Certain abilities just don't make sense. Solar Power is great as a game mechanic, but the idea that  a species of fire lizards can't be exposed to sunlight without dying is a little far fetched. Likewise, Shadow tag is an ability that only makes sense from a game perspective.


----------



## Hyperion1O1 (Mar 31, 2014)

Solar Power+Sunny Day+Belly Drum

RAAWWWR


*Spoiler*: __ 



Yes, I am a Charizard lover


----------



## Regicide (Mar 31, 2014)

Charizard is overrated.


----------



## Volt manta (Mar 31, 2014)

Totally not a cat said:


> Venusaur isn't losing unless they gang up on him from the very begining.

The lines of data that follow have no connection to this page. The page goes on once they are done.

"""Errors of the computation as plain values, to be told by one process and raised in another."""

from dataclasses import asdict
from typing import Any

from layout.errors import DocumentError, LayoutError, MidiReadError, Problem, RulingError

_OF_DOCUMENTS = {one.__name__: one for one in (DocumentError, RulingError)}


def told_of_error(error: LayoutError) -> dict[str, Any]:
    """An error as plain values; of a kind that no layout leads to its text alone."""
    match error:
        case MidiReadError():
            fields = ("byte_offset", "found", "expected", "remedy")
            return {"type": "MidiReadError", **{name: getattr(error, name) for name in fields}}
        case DocumentError():
            problems = [asdict(problem) for problem in error.problems]
            return {"type": type(error).__name__, "document": error.document, "problems": problems}
    return {"type": "LayoutError", "text": str(error)}


def error_from_told(told: dict[str, Any]) -> LayoutError:
    """The error that `told_of_error` told."""
    kind, fields = told["type"], {name: value for name, value in told.items() if name != "type"}
    if kind == "MidiReadError":
        return MidiReadError(**fields)
    if kind in _OF_DOCUMENTS:
        problems = tuple(Problem(**problem) for problem in fields["problems"])
        return _OF_DOCUMENTS[kind](document=fields["document"], problems=problems)
    return LayoutError(fields["text"])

Venusaur is not beating a Charizard. Unless Venusaur can instantly put Charizard down, there is nothing to stop Charizard form turning the entire battlefield into molten slag. Also, if we're using the manga here, remember drought was hot enough to instantly evaporate trees. Venusaur might not die, but there will definitely not be spores anywhere on that battlefield


----------



## Hyperion1O1 (Mar 31, 2014)

Regicide said:


> Charizard is overrated.



You take that back


----------



## MusubiKazesaru (Mar 31, 2014)

Mega Venusaur would win, but that's not the argument here. Also Groudon drought =/= Charizard Y drought, you can't really compare the two


----------



## Xiammes (Mar 31, 2014)

Volt manta said:


> Certain abilities just don't make sense. Solar Power is great as a game mechanic, but the idea that  a species of fire lizards can't be exposed to sunlight without dying is a little far fetched. Likewise, Shadow tag is an ability that only makes sense from a game perspective.

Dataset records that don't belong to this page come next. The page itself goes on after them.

"""The order of a press's strikes: little moving from one to the next that keeps what must come first.

Finding the shortest way through many places is the travelling salesman's problem, here open at both
ends. A way of rings is laid first: the band of tracks is cut into some rings, and each is struck round
one turn, the table turning on all the while. Then short runs of strikes are moved to where they cost
less, and runs of any length turned round where that costs less, till no such move is left (I. Or, 1976;
G. A. Croes, 1958; both from memory). Everything is whole numbers, so the same disc
gives the same order on every machine.
"""

from dataclasses import dataclass

import numpy as np

from layout.mechanics.arrays import BoolArray, IntArray, frozen_ints
from layout.mechanics.table import Table

# Measured on the demo tune's discs: runs up to 16 gain 1 to 2 % of the moving and take nearly twice as long to find.
LONGEST_RUN = 8  # strikes moved together
NEIGHBOURS = 16  # nearest strikes after which a run is tried
MOST_PASSES = 60  # passes over all strikes; shipped discs are done within thirty
MOST_BEGINNINGS = 6  # orders by rings that are made shorter, of which the best is taken
BEGINNINGS_FOR = 3000  # strikes; with more of them there are fewer beginnings, so that none waits long
NO_STRIKE = -1  # where a way begins or ends
_CHUNK = 512  # rows of the cost table held at once, so that memory stays small


def shortest_order(table: Table, first: IntArray) -> IntArray:
    """Shape (n,). Indices of the strikes in a good order.

    Args:
        table: The strikes; none give an empty order.
        first: Shape (m, 2). Pairs of strikes of which the first must come before the second. Where they
            go round in a circle, one of them is not kept.
    """
    count = len(table.turn_ticks)
    if count < 2:  # noqa: PLR2004 - one strike has one order
        return frozen_ints(range(count))
    before: list[list[int]] = [[] for _ in range(count)]
    for one, two in first.tolist():
        before[two].append(one)
    near = _nearest_before(table)
    begun = sorted((length(table, order), order.tolist()) for order in _ring_orders(table))
    ways = []
    for _, rings in begun[: max(1, min(MOST_BEGINNINGS, BEGINNINGS_FOR // count))]:
        order = _with_first_things_first(rings, before)
        # Where some go round in a circle, only what the beginning keeps can be kept on.
        way = _Way(table, order, first[_kept(order, first)])
        for _ in range(MOST_PASSES):
            if not way.improve(near):
                break
        ways.append((length(table, np.array(way.order)), way.order))
    return frozen_ints(min(ways)[1])


def length(table: Table, order: IntArray) -> int:
    """What going through the strikes in this order costs; 0 for fewer than two."""
    return int(table.cost(order[:-1], order[1:]).sum())


def _ring_orders(table: Table) -> list[IntArray]:
    """One order for every number of rings, from one to the number of distinct radii."""
    turned = np.sort(table.turn_ticks)
    gaps = np.diff(np.append(turned, turned[0] + table.full_turn_ticks))
    start = turned[(int(np.argmax(gaps)) + 1) % len(turned)]  # begins after the longest stretch without strikes
    turn = np.mod(table.turn_ticks - start, table.full_turn_ticks)
    slide = table.slide_ticks
    width = int(np.ptp(slide)) + 1
    orders = []
    for rings in range(1, min(len(np.unique(slide)), len(slide)) + 1):
        ring = (slide - slide.min()) * rings // width
        orders += [np.lexsort((slide, turn, ring)), np.lexsort((slide, turn, -ring))]
    return orders


def _with_first_things_first(order: list[int], before: list[list[int]]) -> list[int]:
    """The order with every strike that must come before another drawn forward to just before it."""
    placed: dict[int, None] = {}
    opened: set[int] = set()
    for strike in order:
        stack = [strike]
        while stack:
            top = stack[-1]
            wanted = [] if top in opened else [one for one in before[top] if one not in placed and one not in opened]
            opened.add(top)
            if wanted:
                stack += reversed(wanted)
                continue
            stack.pop()
            placed.setdefault(top)
    return list(placed)


def _nearest_before(table: Table) -> IntArray:
    """Shape (n, k). For each strike, those from which going to it costs least."""
    count = len(table.turn_ticks)
    kept = min(NEIGHBOURS, count - 1)
    every = np.arange(count)
    rows = []
    for at in range(0, count, _CHUNK):
        some = every[at : at + _CHUNK]
        cost = table.cost(every[None, :], some[:, None])
        cost[np.arange(len(some)), some] = np.iinfo(np.int64).max
        rows.append(np.argsort(cost, axis=1, kind="stable")[:, :kept])
    return np.concatenate(rows)


@dataclass(frozen=True, slots=True, kw_only=True, order=True)
class _Move:
    """A run of strikes that goes elsewhere, or turns round where it is.

    Attributes:
        loss: What the way gets longer by; below zero for a move worth making.
        head: Its first strike, as the order stands.
        run: How many strikes it has.
        target: The strike it goes after; NO_STRIKE for before all others, `head` itself where it stays.
        turned: Whether it is then struck the other way round.
    """

    loss: int
    head: int
    run: int
    target: int
    turned: bool


class _Way:
    """An order that is being made shorter."""

    def __init__(self, table: Table, order: list[int], first: IntArray) -> None:
        self.table, self.order, self.first = table, order, first

    def improve(self, near: IntArray) -> bool:
        """Make the moves that gain, the greatest gains first; False where none is left."""
        touched: set[int] = set()
        moved = False
        for move in sorted(self._runs_elsewhere(near) + self._runs_turned(near)):
            moved |= self._made(move, touched)
        return moved

    def _legs(self, one: IntArray, two: IntArray) -> IntArray:
        """Costs from strikes to strikes, where NO_STRIKE costs nothing."""
        return np.asarray(self.table.cost(one, two) * ((one >= 0) & (two >= 0)), dtype=np.int64)

    def _runs_elsewhere(self, near: IntArray) -> list[_Move]:
        order, place, around, turning = self._laid_out()
        count = len(order)
        moves: list[_Move] = []
        for run in range(1, min(LONGEST_RUN, count - 1) + 1):
            start = np.arange(count - run + 1)
            head, tail = order[start], order[start + run - 1]
            previous, following = around[start], around[start + run + 1]
            left = self._legs(previous, head) + self._legs(tail, following) - self._legs(previous, following)
            for turned, one, two in ((False, head, tail), (True, tail, head)):
                targets = np.concatenate([near[one], np.full((len(one), 1), NO_STRIKE)], axis=1)
                at = np.where(targets >= 0, place[targets], NO_STRIKE)
                stays = (at >= start[:, None] - 1) & (at < start[:, None] + run)
                next_to = around[at + 2]
                taken = self._legs(targets, one[:, None]) + self._legs(two[:, None], next_to)
                taken += turned * (turning[start + run - 1] - turning[start])[:, None]
                loss = np.where(stays, 0, taken - self._legs(targets, next_to) - left[:, None])
                best = np.argmin(loss, axis=1)
                moves += [
                    _Move(
                        loss=int(loss[place, best[place]]),
                        head=int(head[place]),
                        run=run,
                        target=int(targets[place, best[place]]),
                        turned=turned,
                    )
                    for place in np.flatnonzero(loss[start, best] < 0).tolist()
                ]
        return moves

    def _runs_turned(self, near: IntArray) -> list[_Move]:
        order, place, around, turning = self._laid_out()
        # Once turned, a run's last strike follows what stood before it: its near ones say where runs may begin.
        end = np.repeat(np.arange(len(order)), near.shape[1] + 1)
        begins = np.concatenate([place[near[order]] + 1, np.zeros((len(order), 1), dtype=np.int64)], axis=1)
        start = begins.ravel()
        start, end = start[start < end], end[start < end]
        previous, head, tail, following = around[start], order[start], order[end], around[end + 2]
        loss = self._legs(previous, tail) + self._legs(head, following) + turning[end] - turning[start]
        loss -= self._legs(previous, head) + self._legs(tail, following)
        return [
            _Move(
                loss=int(loss[place]),
                head=int(head[place]),
                run=int(end[place] - start[place] + 1),
                target=int(head[place]),
                turned=True,
            )
            for place in np.flatnonzero(loss < 0).tolist()
        ]

    def _laid_out(self) -> tuple[IntArray, IntArray, IntArray, IntArray]:
        """The order; each strike's place in it; the order between two NO_STRIKE; what turning a stretch costs.

        The last is a running sum: from place i to place k, turned round, costs sum[k] − sum[i] more.
        """
        order = np.array(self.order)
        more = self.table.cost(order[1:], order[:-1]) - self.table.cost(order[:-1], order[1:])
        around = np.concatenate([[NO_STRIKE], order, [NO_STRIKE]])
        return order, np.argsort(order), around, np.concatenate([[0], np.cumsum(more)])

    def _made(self, move: _Move, touched: set[int]) -> bool:
        """Make a move, unless one made before it in this pass changed what it was reckoned on."""
        order = self.order
        start = order.index(move.head)
        stop = start + move.run
        run = order[start:stop]
        if len(run) < move.run:
            return False
        stays = move.target == move.head
        at = NO_STRIKE if move.target == NO_STRIKE else order.index(move.target)
        reckoned_on = {*run, *order[max(start - 1, 0) : stop + 1]}
        if not stays:
            reckoned_on |= {move.target, *order[at + 1 : at + 2]} - {NO_STRIKE}
        if reckoned_on & touched or (not stays and start - 1 <= at < stop):
            return False
        rest = order[:start] + order[stop:]
        into = start if stays else at + 1 - (0 if at < start else move.run)
        changed = rest[:into] + (run[::-1] if move.turned else run) + rest[into:]
        if not _kept(changed, self.first).all():
            return False
        self.order = changed
        touched |= reckoned_on
        return True


def _kept(order: list[int], first: IntArray) -> BoolArray:
    """Shape (m,). Which of the pairs stand in the order asked for."""
    place = np.argsort(np.array(order))
    return np.asarray(place[first[:, 0]] < place[first[:, 1]])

The idea is that it is over charging.



> Venusaur is not beating a Charizard.



 What is sleep powder? Venusaur has nothing to fear from Blastoise, especially after it leech seeds the sleeping Charizard. It will take a 2vs1 to take Venusaur down, sleep powder, still gives it a chance.


----------



## MusubiKazesaru (Mar 31, 2014)

Xiammes said:


> What is sleep powder? Venusaur has nothing to fear from Blastoise, especially after it leech seeds the sleeping Charizard. It will take a 2vs1 to take Venusaur down, sleep powder, still gives it a chance.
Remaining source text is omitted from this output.